--- Material for the task Enclosed Below ---

import { spawnSync } from 'node:child_process';
import { twoBody } from '#server/physics/kinematics/two-body.ts';
import { ELECTRON_MASS } from '#server/physics/constants/codata2022.ts';
import { firstBorn } from '#server/physics/methods/born1.ts';
import { formByKey } from '#server/physics/potentials/register.ts';
import type { FormContext, Term } from '#server/physics/potentials/types.ts';
import { measure, shown } from './measure.ts';

const ANGLES = Float64Array.from({ length: 181 }, (_, i) => (i * Math.PI) / 180);
const RADIUS = 1;
const DIFFUSENESS = 0.1;
const ACCURACY = 1e-9;

interface Other {
  values: number[];
  best: number;
  median: number;
}

/** The beam whose k times the radius is 20. */
function collisionAt(k: number) {
  const unit = twoBody({
    projectileMass: ELECTRON_MASS,
    targetMass: Infinity,
    energy: 1,
    regime: 'nonrelativistic',
  });
  return twoBody({
    projectileMass: ELECTRON_MASS,
    targetMass: Infinity,
    energy: (k / unit.k) ** 2,
    regime: 'nonrelativistic',
  });
}

function woodsSaxonTerm(context: FormContext): Term {
  const form = formByKey('woodsSaxon');
  if (!form) throw new Error('woodsSaxon is not registered.');
  return form.build({ V0: -1, R: RADIUS, a: DIFFUSENESS }, context);
}

function others(k: number, repeats: number): { quad: Other; numpy: Other } {
  const run = spawnSync('/usr/bin/python3', ['scripts/bench/born1.py'], {
    input: JSON.stringify({ k, R: RADIUS, a: DIFFUSENESS, repeats }),
    encoding: 'utf8',
  });
  if (run.status !== 0) {
    throw new Error(`scipy is needed (apt-get install python3-scipy): ${run.stderr}`);
  }
  return JSON.parse(run.stdout) as { quad: Other; numpy: Other };
}

function deviation(ours: number[], theirs: number[]): number {
  const forward = Math.abs(ours[0] ?? NaN);
  return Math.max(...ours.map((value, i) => Math.abs(value - (theirs[i] ?? NaN)) / forward));
}

/** First Born at 181 angles for woodsSaxon, kR 20, against scipy and numpy in the same run. */
export function benchFirstBorn(): void {
  const collision = collisionAt(20);
  const factor = collision.twoMuOverHbar2;
  const term = woodsSaxonTerm({ twoMuOverHbar2: factor, projectileCharge: -1, targetCharge: 0 });
  const born = firstBorn([term], factor);
  const distribution = () =>
    Array.from(ANGLES, (theta) => born.amplitude(2 * collision.k * Math.sin(theta / 2))?.re ?? NaN);
  const ours = measure(distribution, 400);
  const { quad, numpy } = others(collision.k, 200);
  // f1 = -(2 mu/hbar²) V0 S with V0 = -1 eV.
  const transforms = distribution().map((amplitude) => amplitude / factor);
  console.log('First Born, woodsSaxon, kR 20, 181 angles');
  console.log(
    `  engine                     ${shown(ours.best)} best, ${shown(ours.median)} median`,
  );
  for (const [name, other, wanted] of [
    ['scipy quad, weight sin', quad, 50],
    ['numpy, 240 cached nodes', numpy, 3],
  ] as const) {
    const apart = deviation(transforms, other.values);
    const ratios = `${(other.best / ours.best).toFixed(1)} (best), ${(other.median / ours.median).toFixed(1)} (median)`;
    console.log(
      `  ${name.padEnd(26)} ${shown(other.best)} best, ${shown(other.median)} median; engine faster by ${ratios}, wanted ${wanted}; ` +
        `apart by ${apart.toExponential(1)} of the forward amplitude${apart < ACCURACY ? '' : ', MORE THAN 1e-9'}`,
    );
  }
}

--- End of Enclosed Material for the task ---

**What to work on**: Output nothing but the line containing "['scipy quad, weight" and each line after it in the entries above, exactly as written.

**Written reply**:
    ['scipy quad, weight sin', quad, 50],
    ['numpy, 240 cached nodes', numpy, 3],
  ] as const) {
    const apart = deviation(transforms, other.values);
    const ratios = `${(other.best / ours.best).toFixed(1)} (best), ${(other.median / ours.median).toFixed(1)} (median)`;
    console.log(
      `  ${name.padEnd(26)} ${shown(other.best)} best, ${shown(other.median)} median; engine faster by ${ratios}, wanted ${wanted}; ` +
        `apart by ${apart.toExponential(1)} of the forward amplitude${apart < ACCURACY ? '' : ', MORE THAN 1e-9'}`,
    );
  }
}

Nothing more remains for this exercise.